Why is this field of research so interesting?
“Chronic pain affects countless people in a completely inhumane way. Unfortunately, chronic pain is very difficult to treat with existing drugs. Often you have to resort to opioids (morphine and morphine-like drugs) that are highly addictive and require higher and higher doses. This has led to the so-called opioid crisis in the United States, where there has been a dramatic increase in opioid abuse and related deaths. There is thus a basic need for better painkillers.”
What makes the concept unique?
“Several things. First, our scientific team is the group in the world that knows most about the biological target that is at the heart of our concept, PICK1. We have been working on PICK1 and PICK1’s role in pain for the past 20 years at the University of Copenhagen. Among other things, we have found that PICK1 regulates a special receptor that is of central importance for the development of chronic pain. Unfortunately, you cannot block this receptor directly due to life-threatening side effects. However, PICK1 is required to move this receptor to the surface of patients’ nerve cells and our approach is to block PICK1, thereby ensuring that the receptor does not come to the surface of the cell at all. This is a unique principle and has been shown to be exceptionally effective in relieving chronic pain in our animal models. Our data show that we can eliminate the pain and restore normal sensitivity without the usual side effects and without creating addiction. This is actually groundbreaking in itself. At the same time, we have developed a therapeutic variant, which can be given as gene therapy, where the body itself produces the drug. This means that you ultimately only need one treatment to potentially achieve lifelong pain relief. All in all, this will be life-changing for the many millions of pain patients who today for which there is no effective treatment available.”

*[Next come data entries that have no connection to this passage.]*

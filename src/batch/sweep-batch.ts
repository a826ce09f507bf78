/**
 * The points of a sweep as rows of a batch: one variable, or several as a grid, the last one running fastest. Each point is
 * read and answered as a row of a file would be.
 */

import { canonicalUnit } from '../units/canonical-unit.ts';
import { orList } from '../units/parse-choice.ts';
import { isProblem } from '../units/problem.ts';
import { quoteInput } from '../units/quote-input.ts';
import type { AnswerColumn } from './answer-columns.ts';
import type { BatchFormat, Step } from './batch-format.ts';
import { EXPONENT, MANTISSA } from './decimal-bytes.ts';
import type { HeaderColumn } from './header.ts';
import { type Asking, type Trouble, trouble, troubleOf } from './question-column.ts';
import { RowAnswers } from './row-answers.ts';
import type { RowForm } from './row-form.ts';
import type { Cells, FixedParts } from './row-layout.ts';
import { MOST_POINTS, pointText, type SweepRange } from './sweep-range.ts';

export interface SweepVariable extends HeaderColumn {
  readonly range: SweepRange;
}

/** The column of what is swept, or what is wrong with its name, its unit or its ends. */
export function sweepVariable(
  range: SweepRange,
  field: number,
  asking: Pick<Asking, 'columns' | 'nearest'>,
): SweepVariable | Trouble {
  const name = range.name.toLowerCase().replaceAll('_', '-');
  const sweepable = asking.columns.filter(({ unitNames }) => unitNames !== '');
  const column = sweepable.find((c) => c.name === name || c.aliases.includes(name));
  if (!column) {
    const names = sweepable.map((c) => c.name);
    const close = asking.nearest(name, names);
    const remedy = close.length > 0 ? `did you mean ${orList(close)}?` : `sweep ${orList(names)}`;
    return trouble('unknown-column', `${quoteInput(range.name)} cannot be swept`, remedy);
  }
  // A bare number is in degrees, and the name of the column is to say so.
  const typed = range.unit === '' && column.key === 'angle_rad' ? 'deg' : plainUnit(range.unit);
  const unit = typed === '' ? '' : column.unit(typed);
  if (unit === undefined) {
    const message = `${quoteInput(range.unit)} is no unit of the ${column.name}`;
    return trouble('bad-column-unit', message, `units are ${column.unitNames}`);
  }
  for (const i of [0, range.points - 1]) {
    const end = column.parse(pointText(range, i) + unit);
    if (isProblem(end)) return troubleOf({ ...end, message: `${column.name}: ${end.message}` });
  }
  return { column, field, unit, range };
}

const plainUnit = (unit: string): string =>
  canonicalUnit(unit).replace('\u00b0C', 'C').replace('\u00b0', 'deg');

/** Name of the column, unit included. */
export const variableName = ({ column, unit }: SweepVariable): string =>
  unit === '' ? column.name : `${column.name}_${unit}`;

export interface SweepSetup {
  readonly asking: Asking;
  readonly variables: readonly SweepVariable[];
  readonly fixed: FixedParts;
  readonly columns: readonly AnswerColumn[];
  readonly form: RowForm;
  readonly whole: boolean;
}

export class SweepBatch implements BatchFormat {
  rows = 0;
  failed = 0;
  slow = false;
  readonly fatal: Trouble | undefined;
  /** Why the first point that was not answered was not. */
  firstTrouble: Trouble | undefined;

  private readonly setup: SweepSetup;
  private readonly answers: RowAnswers;
  private readonly cells: PointCells;
  private readonly points: number;
  private begun = false;

  constructor(setup: SweepSetup) {
    this.setup = setup;
    const { asking, variables, fixed, columns, whole } = setup;
    this.answers = new RowAnswers(asking, variables, fixed, columns, whole);
    this.cells = new PointCells(variables);
    this.points = variables.reduce((count, { range }) => count * range.points, 1);
    this.fatal =
      this.points > MOST_POINTS
        ? trouble(
            'too-many-points',
            `the grid has ${this.points.toPrecision(2)} points, and ${MOST_POINTS} are the most`,
            'take larger steps, or put the rows into halfspace stream',
          )
        : this.answers.fault();
  }

  push(): void {
    // A sweep has no input.
  }

  end(): void {
    // Nor an end of it.
  }

  run(limit: number): Step | Promise<Step> {
    const { setup, cells } = this;
    if (this.fatal) return 'hungry';
    if (!this.begun) {
      this.begun = true;
      setup.form.begin();
    }
    for (let left = limit; left > 0; left--) {
      if (this.rows >= this.points) return 'hungry';
      cells.place(this.rows);
      this.rows++;
      const bad = this.answers.evaluate(cells);
      if (bad instanceof Promise) {
        return bad.then((result) => {
          this.write(result);
          return 'more' as const;
        });
      }
      this.write(bad);
    }
    return 'more';
  }

  private write(bad: Trouble | undefined): void {
    const { form } = this.setup;
    if (bad) {
      this.failed++;
      this.firstTrouble ??= bad;
    }
    this.slow = this.answers.whole !== undefined;
    form.row(this.cells.texts, this.answers, bad);
  }
}

class PointCells implements Cells {
  readonly texts: string[];
  private readonly variables: readonly SweepVariable[];
  private readonly places: number[];

  constructor(variables: readonly SweepVariable[]) {
    this.variables = variables;
    this.places = variables.map(() => -1);
    this.texts = variables.map(() => '');
  }

  /** Moves to point number `row` of the grid. */
  place(row: number): void {
    let rest = row;
    for (let v = this.variables.length - 1; v >= 0; v--) {
      const { range } = this.variables[v]!;
      const i = rest % range.points;
      rest = (rest - i) / range.points;
      if (this.places[v] === i) continue;
      this.places[v] = i;
      this.texts[v] = pointText(range, i);
    }
  }

  text(field: number): string {
    return this.texts[field] ?? '';
  }

  decimal(field: number, out: Float64Array): boolean {
    const { range } = this.variables[field]!;
    const mantissa = range.first + BigInt(this.places[field]!) * range.step;
    if (mantissa >= EXACT || mantissa <= -EXACT) return false;
    out[MANTISSA] = Number(mantissa);
    out[EXPONENT] = range.exponent;
    return true;
  }
}

/** Whole numbers below this are exact as doubles. */
const EXACT = 10n ** 15n;
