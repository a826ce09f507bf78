/**
 * Output collected as bytes: numbers and copied cells go in without becoming strings first. Two buffers take turns, so that
 * one can be written out while the other fills.
 */
import { writeShortest } from './write-number.ts';
import { LONGEST_ROUNDED, writeRounded } from './write-rounded.ts';

const FIRST_SIZE = 1 << 17;

export class ByteWriter {
  /** For writers of whole rows: `room` first, then bytes from `length` on, then `extend`. */
  bytes = Buffer.allocUnsafe(FIRST_SIZE);
  private other = Buffer.allocUnsafe(FIRST_SIZE);
  private used = 0;
  /** 0 for the shortest text. */
  readonly digits: number;

  /** Numbers in the shortest text that reads back as the same double, or to `digits` significant ones. */
  constructor(digits = 0) {
    this.digits = digits;
  }

  get length(): number {
    return this.used;
  }

  /** What was collected, good until the next `take`; the writer begins anew in its other buffer. */
  take(): Uint8Array {
    const taken = this.bytes;
    const length = this.used;
    this.bytes = this.other;
    this.other = taken;
    this.used = 0;
    return taken.subarray(0, length);
  }

  /** Makes sure that so many bytes more fit into `bytes`. */
  room(count: number): void {
    if (this.used + count <= this.bytes.length) return;
    const larger = Buffer.allocUnsafe(2 * this.bytes.length + count);
    this.bytes.copy(larger, 0, 0, this.used);
    this.bytes = larger;
  }

  /** Bytes written by the caller up to here count. */
  extend(length: number): void {
    this.used = length;
  }

  byte(value: number): void {
    this.room(1);
    this.bytes[this.used++] = value;
  }

  /** A copy of bytes of another buffer. */
  copy(source: Uint8Array, from: number, to: number): void {
    this.room(to - from);
    const { bytes } = this;
    let at = this.used;
    if (to - from > LONG) bytes.set(source.subarray(from, to), at);
    else for (let i = from; i < to; i++) bytes[at++] = source[i]!;
    this.used += to - from;
  }

  text(text: string): void {
    this.room(3 * text.length);
    this.used += this.bytes.write(text, this.used, 'utf8');
  }

  /** A finite number. */
  number(value: number): void {
    this.room(LONGEST_ROUNDED);
    this.used =
      this.digits === 0
        ? writeShortest(value, this.bytes, this.used)
        : writeRounded(value, this.digits, this.bytes, this.used);
  }
}

/** From here on one call of the engine is faster than a loop. */
const LONG = 40;
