/** Lines out of a stream of byte chunks, in constant memory; blank lines are passed over, a byte order mark is dropped. */
import { LONGEST_ROW } from './row-reader.ts';

const LF = 10;

export class LineReader {
  /** The line last read, without outer blanks; undefined where it is longer than `LONGEST_ROW`. */
  text: string | undefined = '';
  /** Its number, from 1. */
  line = 0;

  private bytes: Buffer = Buffer.alloc(0);
  private at = 0;
  private lines = 0;
  private ended = false;
  private skipping = false;

  push(chunk: Buffer): void {
    const rest = this.bytes.length - this.at;
    this.bytes = rest === 0 ? chunk : Buffer.concat([this.bytes.subarray(this.at), chunk]);
    this.at = 0;
  }

  end(): void {
    this.ended = true;
  }

  /** The next line that is not blank; false where more bytes are needed, or none are left. */
  next(): boolean {
    for (;;) {
      const { bytes, at } = this;
      if (at >= bytes.length) return false;
      const found = bytes.indexOf(LF, at);
      if (found < 0 && !this.ended) {
        if (bytes.length - at <= LONGEST_ROW) return false;
        this.at = bytes.length;
        if (this.skipping) return false;
        this.skipping = true;
        return this.give(undefined, this.lines + 1);
      }
      const end = found < 0 ? bytes.length : found;
      this.at = end + 1;
      this.lines++;
      const skipped = this.skipping;
      this.skipping = false;
      const text = skipped
        ? ''
        : bytes
            .toString('utf8', at, end)
            .replace(/^\uFEFF/, '')
            .trim();
      if (text !== '') return this.give(text, this.lines);
    }
  }

  private give(text: string | undefined, line: number): true {
    this.text = text;
    this.line = line;
    return true;
  }
}
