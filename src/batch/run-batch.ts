/**
 * The flow of a batch: read a chunk, answer its rows, write what has been answered. The next chunk is read and the last bytes
 * are written while rows are answered; a reader that is slow to take them holds everything up, so that memory does not grow.
 */
import type { BatchFormat } from './batch-format.ts';
import type { ByteWriter } from './byte-writer.ts';

export interface ByteSource {
  /** The next bytes, good until the next but one are asked for; undefined at the end. */
  readonly read: () => Promise<Buffer | undefined>;
  /** True where more bytes were there when the last were read: worth reading ahead. */
  readonly plenty: () => boolean;
}

export interface ByteSink {
  /** False where nobody reads any more. */
  readonly write: (bytes: Uint8Array) => Promise<boolean>;
}

export interface BatchControl {
  /** Asked between rows: true ends the batch after the rows answered so far. */
  readonly interrupted: () => boolean;
  /** Whom to call when that becomes true while the batch waits for input. */
  readonly onInterrupt: (wake: () => void) => void;
  /** Lets signals and streams have their turn. */
  readonly turn: () => Promise<void>;
  /** Told now and then how many rows are done. */
  readonly progress: (rows: number) => void;
}

export type BatchEnd = 'done' | 'interrupted' | 'reader-gone' | 'fatal';

/** Rows answered between two looks at the outside: a moment's work for whole answers, and of no weight for the short way. */
const STRIDE = 64;
/** Bytes worth a write. */
const FULL = 1 << 16;
/** Rows between two turns of the event loop while rows go the short way. */
const ROWS_PER_TURN = 1 << 14;

export async function runBatch(
  format: BatchFormat,
  writer: ByteWriter,
  sources: AsyncIterable<ByteSource>,
  sink: ByteSink,
  control: BatchControl,
): Promise<BatchEnd> {
  let writing: Promise<boolean> = Promise.resolve(true);
  let turnAt = 0;
  /** Hands on what is there once the bytes before it are out. */
  const flush = async (): Promise<boolean> => {
    if (!(await writing)) return false;
    if (writer.length > 0) writing = sink.write(writer.take());
    return true;
  };
  const rows = async (): Promise<BatchEnd | undefined> => {
    for (;;) {
      const stepped = format.run(STRIDE);
      const step = stepped instanceof Promise ? await stepped : stepped;
      if (format.fatal) return 'fatal';
      if (writer.length >= FULL && !(await flush())) return 'reader-gone';
      if (control.interrupted()) return 'interrupted';
      if (step === 'hungry') return undefined;
      if (format.rows >= turnAt) {
        turnAt = format.rows + (format.slow ? STRIDE : ROWS_PER_TURN);
        control.progress(format.rows);
        if (format.slow && !(await flush())) return 'reader-gone';
        await control.turn();
      }
    }
  };
  let wake: () => void = () => undefined;
  control.onInterrupt(() => wake());
  /** The chunk, or nothing as soon as the batch is interrupted. */
  const wait = (reading: Promise<Buffer | undefined>): Promise<Buffer | undefined> =>
    new Promise((resolve, reject) => {
      wake = () => resolve(undefined);
      reading.then(resolve, reject);
    });
  const all = async (): Promise<BatchEnd> => {
    for await (const source of sources) {
      let next = source.read();
      for (;;) {
        const chunk = await wait(next);
        if (control.interrupted()) return 'interrupted';
        if (!chunk) break;
        format.push(chunk);
        const ahead = source.plenty();
        if (ahead) next = source.read();
        const end = await rows();
        if (end) return end;
        control.progress(format.rows);
        if (!ahead) {
          // Somebody may be waiting for these answers before asking more.
          if (!(await flush()) || !(await writing)) return 'reader-gone';
          next = source.read();
        }
      }
      format.end();
      const end = await rows();
      if (end) return end;
    }
    return 'done';
  };
  const end = await all();
  const out = (await flush()) && (await writing);
  return out ? end : 'reader-gone';
}
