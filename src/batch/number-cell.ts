/**
 * Bare numbers in a column whose unit is known, turned into SI without a text in between: the digits as `decimal-bytes.ts`
 * reads them and the power of ten of the unit. The results are those of the parsers of src/units to the last bit; a number
 * they would refuse gives NaN, and the words are left to them.
 */
import type { Decimal } from '../units/decimal.ts';
import { findUnit } from '../units/find-unit.ts';
import { LONGEST_WAVE_m, SHORTEST_WAVE_m, WAVE_KINDS } from '../units/parse-wave.ts';
import type { Unit } from '../units/unit.ts';
import {
  wavelengthFromFrequency,
  wavelengthFromPhotonEnergy,
  wavelengthFromWavenumber,
} from '../units/wave.ts';
import { decimalValue } from './decimal-bytes.ts';

/** SI value of mantissa x 10^exponent in the unit of the column; NaN where it is to be read as a text. */
export type NumberCell = (mantissa: number, exponent: number) => number;

/** Vacuum (or air) wavelength in metres; undefined for a unit that is no plain power of ten. */
export function waveCell(unit: string): NumberCell | undefined {
  const lookup = findUnit(unit, WAVE_KINDS);
  const power = lookup.found === 'one' ? powerOf(lookup.unit) : undefined;
  if (lookup.found !== 'one' || power === undefined) return undefined;
  const wavelength_m = WAVELENGTH_OF[lookup.unit.kind];
  return (mantissa, exponent) => {
    const value = decimalValue(mantissa, exponent + power);
    const length_m = value > 0 ? wavelength_m(value) : Number.NaN;
    return length_m >= SHORTEST_WAVE_m && length_m <= LONGEST_WAVE_m ? length_m : Number.NaN;
  };
}

const WAVELENGTH_OF = {
  length: (value: number): number => value,
  frequency: wavelengthFromFrequency,
  'photon-energy': wavelengthFromPhotonEnergy,
  wavenumber: wavelengthFromWavenumber,
} as const;

/** Angle of incidence in radians; a column without a unit is in degrees. */
export function angleCell(unit: string): NumberCell | undefined {
  const lookup = findUnit(unit === '' ? 'deg' : unit, ['angle']);
  if (lookup.found !== 'one') return undefined;
  const power = powerOf(lookup.unit);
  const degrees = lookup.unit.name === 'degree';
  if (power === undefined && !degrees) return undefined;
  return (mantissa, exponent) => {
    const value = decimalValue(mantissa, exponent + (power ?? 0));
    const angle_rad = degrees ? (value * Math.PI) / 180 : value;
    return angle_rad >= 0 && angle_rad < Math.PI / 2 ? angle_rad : Number.NaN;
  };
}

const SEVEN: Decimal = { negative: false, digits: '7', exponent: 0 };

/** The power of ten that a unit is of its SI unit; undefined for any other factor. */
function powerOf(unit: Unit): number | undefined {
  const power = Math.round(Math.log10(unit.toSI(SEVEN) / 7));
  return unit.toSI(SEVEN) === Number(`7e${power}`) ? power : undefined;
}
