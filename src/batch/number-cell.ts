/**
 * Bare numbers in a column whose unit is known, turned into SI without a text in between: the digits as `decimal-bytes.ts`
 * reads them and the power of ten of the unit. The results are those of the parsers of src/units to the last bit; a number
 * they would refuse gives NaN, and the words are left to them.
 */
import type { Decimal } from '../units/decimal.ts';
import { findUnit } from '../units/find-unit.ts';
import { LONGEST_WAVE_m, SHORTEST_WAVE_m, WAVE_KINDS } from '../units/parse-wave.ts';
import type { Unit } from '../units/unit.ts';
import {
  wavelengthFromFrequency,
  wavelengthFromPhotonEnergy,
  wavelengthFromWavenumber,
} from '../units/wave.ts';
import { decimalValue } from './decimal-bytes.ts';

/** A column of bare numbers in a known unit. */
export interface NumberUnit {
  /** The unit is the SI unit of its kind times this power of ten. */
  readonly power: number;
  /** From the number in that SI unit to what is meant; NaN for what the parser would refuse. */
  readonly value: (number_SI: number) => number;
}

/** The value of the digits that `scanDecimal` found; NaN where they are to be read as a text. */
export const numberValue = ({ power, value }: NumberUnit, mantissa: number, exponent: number): number =>
  value(decimalValue(mantissa, exponent + power));

/** To a vacuum (or air) wavelength in metres; undefined for a unit that is no plain power of ten. */
export function waveUnit(unit: string): NumberUnit | undefined {
  const lookup = findUnit(unit, WAVE_KINDS);
  const power = lookup.found === 'one' ? powerOf(lookup.unit) : undefined;
  return lookup.found === 'one' && power !== undefined
    ? { power, value: WAVELENGTH_OF[lookup.unit.kind] }
    : undefined;
}

const covered = (length_m: number): number =>
  length_m >= SHORTEST_WAVE_m && length_m <= LONGEST_WAVE_m ? length_m : Number.NaN;

const WAVELENGTH_OF = {
  length: covered,
  frequency: (value: number): number => (value > 0 ? covered(wavelengthFromFrequency(value)) : Number.NaN),
  'photon-energy': (value: number): number =>
    value > 0 ? covered(wavelengthFromPhotonEnergy(value)) : Number.NaN,
  wavenumber: (value: number): number => (value > 0 ? covered(wavelengthFromWavenumber(value)) : Number.NaN),
} as const;

/** To an angle of incidence in radians; a column without a unit is in degrees. */
export function angleUnit(unit: string): NumberUnit | undefined {
  const lookup = findUnit(unit === '' ? 'deg' : unit, ['angle']);
  if (lookup.found !== 'one') return undefined;
  if (lookup.unit.name === 'degree') {
    return { power: 0, value: (degrees) => incidence((degrees * Math.PI) / 180) };
  }
  const power = powerOf(lookup.unit);
  return power === undefined ? undefined : { power, value: incidence };
}

const incidence = (angle_rad: number): number =>
  angle_rad >= 0 && angle_rad < Math.PI / 2 ? angle_rad : Number.NaN;

const SEVEN: Decimal = { negative: false, digits: '7', exponent: 0 };

/** The power of ten that a unit is of its SI unit; undefined for any other factor. */
function powerOf(unit: Unit): number | undefined {
  const power = Math.round(Math.log10(unit.toSI(SEVEN) / 7));
  return unit.toSI(SEVEN) === Number(`7e${power}`) ? power : undefined;
}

Why did you choose CombiGene as your partner?
“One of the inventors behind the technology, Andreas Toft Sørensen, had a number of academic research projects in collaboration with CombiGene that were not about pain, and one day Andreas asked me if we should arrange a meeting with CombiGene. The atmosphere and dialogue at the first meeting were exceptionally open and constructive and just a few weeks after the first video meeting (during the COVID-19 misery) we started discussing a potential collaboration – and then negotiations began on the form of this cooperation.”
“At that time, we had a number of dialogues with other industry partners and investors, but we quickly came to the conclusion that we in CombiGene had met the optimal partner for this project. CombiGene and Zyneyro share the same basic approach to partnerships, and we are pleased that the collaboration with CombiGene is based on values such as trust, mutual respect, and focused work. In addition, CombiGene has a highly experienced drug development team that builds on and complements Zyneryo’s very strong competencies in the early drug development phase.”
“In collaboration with CombiGene, Zyneyro will have unique access to potential partners within Big Pharma with the resources and expertise to take the drugs to patients – in addition to the partners Zyneyro has been in contact with.”
How do you view the future?
“We have an exciting journey ahead of us before we have drug candidates ready for clinical trials in humans. Together, we have a well-composed team with the ability to reach the goal as quickly as possible – it is very motivating. The fact that we have already created a good climate of cooperation between Zyneyro and CombiGene means that it will be a fun and inspiring journey – this is also important to us.”